Control System Design Automation Using Reinforcement Learning
Title: “Control System Design Automation Using Reinforcement Learning”
Name: Hamid Mirzaei
Date: Tuesday, November 20, 2018
Time: 1:00 p.m.
Location: Donald Bren Hall 3011
Committee: Professor Tony Givargis (Chair), Professor Eli Bozorgzadeh, Professor Ian Harris
Conventional control theory has been used in many application domains with great success in the past decades. However, novel solutions are required to cope with the challenges arising from complex interaction of fast growing cyber and physical systems. Specifically, integration of classical control methods with Cyber-Physical System (CPS) design tools is a non-trivial task since those methods have been developed to be used by human expert and are not intended to be part of an automatic design tool.

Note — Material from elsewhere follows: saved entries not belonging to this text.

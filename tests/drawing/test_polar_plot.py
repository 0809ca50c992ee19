"""A polar plot (a force vector's tip) is drawn at one scale on both axes, through the origin."""

import math

import numpy as np
import pytest

from kinematics.drawing.plots import Curve, Plot, draw_plot
from kinematics.drawing.sheet import Line, Polyline, Recorder, Ref


def _drawn(curve, box=(20, 20, 190, 150)):
    rec = Recorder()
    draw_plot(rec, box, Plot("tip", "Fx [N]", "Fy [N]", (curve,), polar=True))
    return rec.primitives


@pytest.mark.parametrize("centre, radius", [((300.0, 40.0), 50.0), ((-20.0, -900.0), 250.0)])
def test_a_circle_stays_a_circle(centre, radius):
    # A circle of the data is a circle on the sheet only if both axes have one scale (analytic geometry):
    # its drawn extents across and up agree to float rounding (1e-9 mm).
    t = np.linspace(0, 2 * math.pi, 721)
    curve = Curve("tip", centre[0] + radius * np.cos(t), centre[1] + radius * np.sin(t))
    points = np.array([p for prim in _drawn(curve) if isinstance(prim, Polyline) and prim.ref == Ref("plot", "tip")
                       and prim.pen.legend == "curve" for p in prim.points])
    width, height = np.ptp(points[:, 0]), np.ptp(points[:, 1])
    assert width == pytest.approx(height, abs=1e-9)


def test_both_zero_lines_are_drawn_even_when_the_tip_stays_on_one_side():
    t = np.linspace(0, 2 * math.pi, 361)
    primitives = _drawn(Curve("tip", 500 + 100 * np.cos(t), 300 + 50 * np.sin(t)))
    lines = [p for p in primitives if isinstance(p, Line) and p.pen.legend != "grid"]
    vertical = [p for p in lines if p.start[0] == p.end[0] and abs(p.end[1] - p.start[1]) > 20]
    horizontal = [p for p in lines if p.start[1] == p.end[1] and abs(p.end[0] - p.start[0]) > 20]
    assert vertical and horizontal, "the origin's axes"
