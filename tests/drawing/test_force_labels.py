"""The force polygon's labels never cover one another: a vertex that ends several forces stacks
their labels one a line, and a block with no free side near its point is fanned further out.

A plain geometric property of the drawing (two label boxes, as the declutter estimates them,
share no area); no outside reference is needed for it.
"""

import itertools
from pathlib import Path

import pytest

import kinematics
from kinematics.drawing import Text
from kinematics.drawing.declutter import text_box
from kinematics.drawing.force_sheet import draw_force_sheet
from kinematics.drawing.forces import force_pane
from kinematics.drawing.layout import draw_model
from kinematics.drawing.symbols import Symbols
from kinematics.forcepolygon import force_polygon

SAMPLES = Path(__file__).resolve().parents[2] / "samples"
# Every sample with mass data whose force polygon is drawn (a cylinder-driven one is refused in words).
WITH_MASSES = sorted(p.name for p in SAMPLES.glob("*.json")
                     if '"masses"' in (text := p.read_text(encoding="utf-8")) and '"actuator"' not in text)


def clashes(sheet) -> list:
    """Pairs of force-step labels whose boxes overlap."""
    boxes = [(p.text, text_box(p)) for p in sheet.primitives
             if isinstance(p, Text) and p.view == "force" and p.ref is not None and p.ref.kind == "step"]
    return [(a, b) for (a, p), (b, q) in itertools.combinations(boxes, 2)
            if p[0] < q[2] and q[0] < p[2] and p[1] < q[3] and q[1] < p[3]]


def made_of(name: str, angle=None):
    return force_polygon(kinematics.construct(kinematics.solve(kinematics.load_mechanism(SAMPLES / name), angle)))


def test_the_samples_with_mass_data_are_all_here():
    assert len(WITH_MASSES) >= 5


@pytest.mark.parametrize("name", WITH_MASSES)
def test_no_force_label_covers_another_on_the_pane_the_sheet_and_the_dxf_drawing(name):
    made = made_of(name)
    for sheet in (force_pane(made, Symbols()), draw_force_sheet(made),
                  draw_model(made.construction, date="2026-01-01", forces=made)):
        assert clashes(sheet) == []


@pytest.mark.parametrize("name", WITH_MASSES)
def test_no_force_label_covers_another_through_the_cycle(name):
    for angle in range(0, 360, 45):
        try:
            made = made_of(name, float(angle))
        except kinematics.KinematicsError:
            continue  # a pose the linkage does not reach, or a dead point: said elsewhere
        assert clashes(force_pane(made, Symbols())) == [], angle


def test_a_busy_vertex_gets_one_label_a_line_each_for_its_own_step():
    made = made_of("baler-tamper-watt.json")
    texts = [p for p in force_pane(made, Symbols()).primitives if isinstance(p, Text) and p.view == "force"]
    labels = {s.label for s in made.polygon.steps if s.label}
    drawn = [t.text for t in texts if t.ref is not None and t.ref.kind == "step"]
    assert not [t for t in drawn if ", " in t]  # none joined into one long string
    assert labels <= set(drawn)

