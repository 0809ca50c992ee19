"""Plots, paginated pages and the review report's assembly, read from the recorded Sheets (no Qt)."""

import math

import numpy as np
import pytest

from kinematics.drawing.pages import Heading, Paragraph, Table, body_box, furnish, paginate
from kinematics.drawing.plots import Curve, Plot, draw_plot, ticks
from kinematics.drawing.sheet import Polyline, Recorder, Text
from kinematics.errors import MechanismFindings, SweepCancelled
from kinematics.review import SECTION_BUILDERS, build_report
from tests.designs import SAMPLES, TRIPLE_ROCKER, UNFINISHED, load

STEPHENSON = SAMPLES / "stacker-transfer-stephenson.json"


@pytest.mark.parametrize("low, high, most", [(-2.0, 1.0, 5), (0.0, 360.0, 18), (62.4, 139.9, 8), (1e-4, 7e-3, 6)])
def test_ticks_are_whole_steps_of_the_1_2_5_series_covering_the_range(low, high, most):
    values = ticks(low, high, most)
    step = values[1] - values[0]
    mantissa = step / 10 ** math.floor(math.log10(step))
    assert min(abs(mantissa - m) for m in (1, 2, 5)) < 1e-9  # the preferred 1, 2, 5 × 10ⁿ series  # common practice
    assert values[0] <= low and values[-1] >= high and len(values) - 1 <= most
    assert np.allclose(np.diff(values), step)


def test_a_plot_maps_its_curve_into_its_box_linearly():
    rec = Recorder()
    x = np.linspace(0.0, 360.0, 361)
    draw_plot(rec, (20.0, 20.0, 190.0, 120.0), Plot("sine", "θ [°]", "y [1]", (Curve("sin", x, np.sin(np.radians(x))),),
                                                     marks=((90.0, "90°"),), x_range=(0.0, 360.0)))
    curve = next(p for p in rec.primitives if isinstance(p, Polyline) and len(p.points) == 361)
    xs, ys = np.array(curve.points).T
    assert 20.0 <= xs.min() < xs.max() <= 190.0 and 20.0 <= ys.min() < ys.max() <= 120.0
    # sin is odd about 180°: the sheet curve is point-symmetric about its middle point (a linear map keeps that).
    assert np.allclose(xs + xs[::-1], 2 * xs[180]) and np.allclose(ys + ys[::-1], 2 * ys[180])
    assert any(isinstance(p, Text) and p.text == "90°" for p in rec.primitives)


def test_a_long_table_breaks_over_pages_and_repeats_its_header():
    rows = tuple((f"P{i}", f"{i}.0") for i in range(200))
    sheets = paginate([Heading("Points"), Paragraph("All of them."), Table(("point", "x [mm]"), rows)], "A4")
    assert len(sheets) >= 2
    for sheet in sheets:
        texts = [p.text for p in sheet.primitives if isinstance(p, Text)]
        assert "point" in texts
        x0, y0, x1, y1 = body_box("A4")
        assert all(y0 - 1e-9 <= p.position[1] <= y1 for p in sheet.primitives if isinstance(p, Text))
    furnished = furnish(sheets[1], "Title", "fp", "foot", 2, len(sheets))
    assert f"page 2 of {len(sheets)}" in [p.text for p in furnished.primitives if isinstance(p, Text)]


def test_report_has_a_sheet_and_steps_per_angle_and_every_page_furnished():
    report = build_report(load_file(STEPHENSON), STEPHENSON.read_bytes(), "arm.json", steps=360,
                          angles_deg=(30.0, 150.0))
    titles = [e.title for e in report.outline]
    # The sample carries mass data (samples/README.md), so its forces have their section.
    assert titles == ["Cover", "Checks", "Construction at the analysis angles", "Cycle", "Forces",
                      "Appendix: mechanism data"]
    assert [c.title for c in report.outline[2].children] == ["θ = 30°", "θ = 150°"]
    for sheet in report.sheets:
        assert sheet.width == pytest.approx(210.0) and sheet.height == pytest.approx(297.0)
    n = len(report.sheets)
    assert all(any(isinstance(p, Text) and p.text == f"page {i} of {n}" for p in s.primitives)
               for i, s in enumerate(report.sheets, start=1))
    assert [b.name for b in SECTION_BUILDERS] == ["cover", "checks", "analysis angles", "cycle", "forces", "appendix"]


def test_report_of_a_rocking_driver_marks_an_angle_that_cannot_assemble():
    report = build_report(load(TRIPLE_ROCKER), b"{}", steps=360, angles_deg=(30.0, 180.0))
    page = report.outline[2].children[1].page
    assert any(isinstance(p, Text) and "no construction" in p.text for p in report.sheets[page].primitives)


def test_findings_refuse_the_report_and_progress_can_stop_it():
    with pytest.raises(MechanismFindings):
        build_report(load(UNFINISHED), b"{}")
    with pytest.raises(SweepCancelled):
        build_report(load_file(STEPHENSON), b"{}", steps=360, progress=lambda fraction: fraction < 0.3)


def load_file(path):
    import kinematics

    return kinematics.load_mechanism(path)


def test_the_appendix_states_the_masses_and_loads_as_the_file_does():
    # A sample with mass data (format 2): the appendix lists every link mass, point mass and load,
    # so the report stands alone.
    path = SAMPLES / "cap-press-feeder.json"
    mech = load(path)
    report = build_report(mech, path.read_bytes(), file_name=path.name, steps=36)
    words = " ".join(p.text for sheet in report.sheets for p in sheet.primitives if isinstance(p, Text))
    assert "Masses and loads" in words and "Frictionless joints." in words
    for name in (*mech.mass_data.masses, *mech.mass_data.point_masses, *mech.mass_data.loads):
        assert name in words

On the other hand, the control problems in emerging Cyber-Physical Systems, such as intelligent transportation and autonomous driving, cannot be addressed by conventional control methods due to the high level of uncertainty, complex dynamic model requirements and operational and safety constraints.
In this dissertation, a holistic CPS design approach is proposed in which the control algorithm is incorporated as a building block in the design tool. The proposed approach facilitates the inclusion of physical variability into the design process and reduces the parameter space to be explored. This has been done by adding constraints imposed by the control algorithm.

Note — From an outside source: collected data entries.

"""Random crank-rockers: the sheet always fits its frame and the DXF model
drawing keeps true size."""

import math

from hypothesis import assume, given, settings
from hypothesis import strategies as st

import kinematics
from kinematics.drawing import Ref, draw_model, draw_sheet
from tests.designs import four_bar

from .test_sheet import MARGIN, MARGIN_FILING, _extent


@st.composite
def crank_rockers(draw):
    crank = draw(st.floats(5, 60))
    frame = draw(st.floats(2.0, 5.0)) * crank
    coupler = draw(st.floats(1.5, 5.0)) * crank
    # Grashof with the crank shortest: s + l < p + q, and the rocker long enough to close the loop.
    low, high = max(frame - coupler, coupler - frame) + crank * 1.05, frame + coupler - crank * 1.05
    assume(high > low)
    rocker = draw(st.floats(low, high))
    longest = max(coupler, frame, rocker)
    assume(crank + longest < coupler + frame + rocker - longest)
    return {**four_bar(crank, coupler, rocker, frame, draw(st.floats(0, 359)), rpm=draw(st.floats(10, 3000))),
            "title": "random crank-rocker"}


@settings(max_examples=30)
@given(crank_rockers(), st.booleans())
def test_random_crank_rockers_fit_the_frame(design, landscape):
    c = kinematics.construct(kinematics.solve(kinematics.load_mechanism(design)))
    sheet = draw_sheet(c, landscape=landscape)
    x0, y0, x1, y1 = MARGIN_FILING, MARGIN, sheet.width - MARGIN, sheet.height - MARGIN
    for p in sheet.primitives:
        for x, y in _extent(p):
            assert x0 - 1e-6 <= x <= x1 + 1e-6 and y0 - 1e-6 <= y <= y1 + 1e-6, p
    model = draw_model(c)
    crank = next(p for p in model.of_view("space") if p.ref == Ref("link", "crank") and hasattr(p, "start"))
    assert math.isclose(math.dist(crank.start, crank.end), math.hypot(*design["points"]["A"]), rel_tol=1e-12)
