"""The drive and the bearings over a cycle at constant speed (common practice).

It works out:

- mean torque T_m = (1/2π)∮T dθ, the mean of the equally spaced poses of the turn; RMS torque;
  peak torque (the largest |T|, with its sign) and its angle; mean and peak power T·ω;
- the turning-moment diagram's energy fluctuation ΔE = max − min of ∫(T − T_m) dθ (trapezoids
  between the poses, closed over the turn), and the flywheel moment of inertia
  I = ΔE / (C_s·ω²) for a coefficient of speed fluctuation C_s = (ω_max − ω_min)/ω;
- for every joint force, its peak magnitude and angle, the mean and RMS magnitude;
- the peak shaking force (magnitude) and moment (largest |M|, with its sign), with their angles.

Forces of frictionless rigid joints: no strength or fatigue check.
"""

from __future__ import annotations

import math
from collections.abc import Mapping
from dataclasses import dataclass
from types import MappingProxyType

import numpy as np

from ..errors import KinematicsError
from .cylinder_summary import CylinderSummary, cylinder_summary

__all__ = ["CylinderSummary", "DriveSummary", "JointSummary", "drive_summary", "energy_fluctuation"]
from .results import ForceSweep

DEFAULT_FLUCTUATION = 0.02


@dataclass(frozen=True)
class JointSummary:
    """One joint force over the cycle: peak magnitude and its driver angle, mean and RMS magnitude (N)."""

    peak_n: float
    peak_angle_deg: float
    mean_n: float
    rms_n: float


@dataclass(frozen=True)
class DriveSummary:
    """The drive and bearing figures of a cycle at constant speed (SI; see the module)."""

    fluctuation: float
    speed_rad_s: float
    peak_torque_n_m: float
    peak_torque_angle_deg: float
    mean_torque_n_m: float
    rms_torque_n_m: float
    mean_power_w: float
    peak_power_w: float
    energy_fluctuation_j: float
    flywheel_inertia_kg_m2: float
    joints: Mapping
    peak_shaking_force_n: float
    peak_shaking_force_angle_deg: float
    peak_shaking_moment_n_m: float
    peak_shaking_moment_angle_deg: float


def _peak(values: np.ndarray, angles: np.ndarray):
    """(value at the largest |value|, its angle)."""
    k = int(np.argmax(np.abs(values)))
    return float(values[k]), float(angles[k])


def energy_fluctuation(torque_n_m: np.ndarray, step_rad: float) -> float:
    """ΔE (J) of a turning-moment diagram sampled at equal steps over one whole turn."""
    torque = np.asarray(torque_n_m, float)
    excess = 0.5 * (torque + np.roll(torque, -1)) - torque.mean()
    energy = np.concatenate([[0.0], np.cumsum(excess * step_rad)])
    return float(energy.max() - energy.min())


def drive_summary(result: ForceSweep, fluctuation: float = DEFAULT_FLUCTUATION) -> DriveSummary | CylinderSummary:
    """The drive and bearing summary of a cycle swept over a whole turn at constant speed, or of a
    cylinder's stroke at constant extension speed (a :class:`CylinderSummary`).

    ``fluctuation`` is the coefficient of speed fluctuation C_s allowed (default 0.02; a cylinder
    has no flywheel and does not use it)."""
    if isinstance(fluctuation, bool) or not isinstance(fluctuation, (int, float)) \
            or not math.isfinite(fluctuation) or fluctuation <= 0:
        raise KinematicsError(f"the coefficient of speed fluctuation must be a positive number, not {fluctuation!r}",
                              "fluctuation")
    driver = result.mechanism.driver
    if driver.is_actuator:
        return cylinder_summary(result)
    if driver.angular_acceleration_rad_s2 != 0.0 or driver.speed_rad_s == 0.0:
        raise KinematicsError("the drive summary is for a driver turning at constant speed: set its angular "
                              "acceleration to 0 and its speed to a value other than 0", "driver")
    if not result.full_turn:
        raise KinematicsError("the drive summary needs a driver that turns fully; this one rocks between its "
                              "dead points", "driver")
    angles = result.driver_angle_deg
    torque = result.drive_torque_n_m
    omega = driver.speed_rad_s
    delta_e = energy_fluctuation(torque, 2 * math.pi / len(torque))
    peak_t, peak_t_angle = _peak(torque, angles)
    joints = {}
    for point, by_link in result.joints_n.items():
        joints[point] = MappingProxyType({link: _joint(force, angles) for link, force in by_link.items()})
    shaking = np.hypot(result.shaking_force_n[:, 0], result.shaking_force_n[:, 1])
    k = int(np.argmax(shaking))
    peak_m, peak_m_angle = _peak(result.shaking_moment_n_m, angles)
    return DriveSummary(
        fluctuation=float(fluctuation), speed_rad_s=omega, peak_torque_n_m=peak_t,
        peak_torque_angle_deg=peak_t_angle, mean_torque_n_m=float(torque.mean()),
        rms_torque_n_m=float(np.sqrt(np.mean(torque ** 2))), mean_power_w=float(torque.mean() * omega),
        peak_power_w=peak_t * omega, energy_fluctuation_j=delta_e,
        flywheel_inertia_kg_m2=delta_e / (fluctuation * omega ** 2), joints=MappingProxyType(joints),
        peak_shaking_force_n=float(shaking[k]), peak_shaking_force_angle_deg=float(angles[k]),
        peak_shaking_moment_n_m=peak_m, peak_shaking_moment_angle_deg=peak_m_angle)


def _joint(force: np.ndarray, angles: np.ndarray) -> JointSummary:
    size = np.hypot(force[:, 0], force[:, 1])
    k = int(np.argmax(size))
    return JointSummary(peak_n=float(size[k]), peak_angle_deg=float(angles[k]), mean_n=float(size.mean()),
                        rms_n=float(np.sqrt(np.mean(size ** 2))))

Furthermore, Reinforcement Learning (RL) as a replacement for convection control solutions are studied in the emerging domain of intelligent transportation systems. Specifically, dynamic tolling assignments and autonomous intersection management are tackled by the state-of-the-art RL methods, namely, Trust Region Policy Optimization and Finite-Difference Gradient Descent. Additionally, Q-learning is used to improve the performance of an embedded controller using a novel formulation in which cyber-system actions, such as changing control sampling time, is combined with the physical action set of the RL agent. Using the proposed approach, it is shown that the power consumption and computational overhead of the embedded control can be improved.

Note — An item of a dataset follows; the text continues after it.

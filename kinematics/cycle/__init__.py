"""The cycle: a sweep of the driver over its range (vectorised closed forms and the solver), the
peaks, the transmission angles, the mechanical advantage and the checks a design review asks for."""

Finally, to address the current lack of available physical benchmarks, an open physical environment benchmarking framework is introduced. In the proposed framework, various components of a physical environment are captured in a unified repository to enable researchers to define and share standard benchmarks that can be used to evaluate different reinforcement algorithms. They can also share the realized environments via the cloud to enable other groups perform experiments on the actual physical environments instead of currently available simulation-based environments.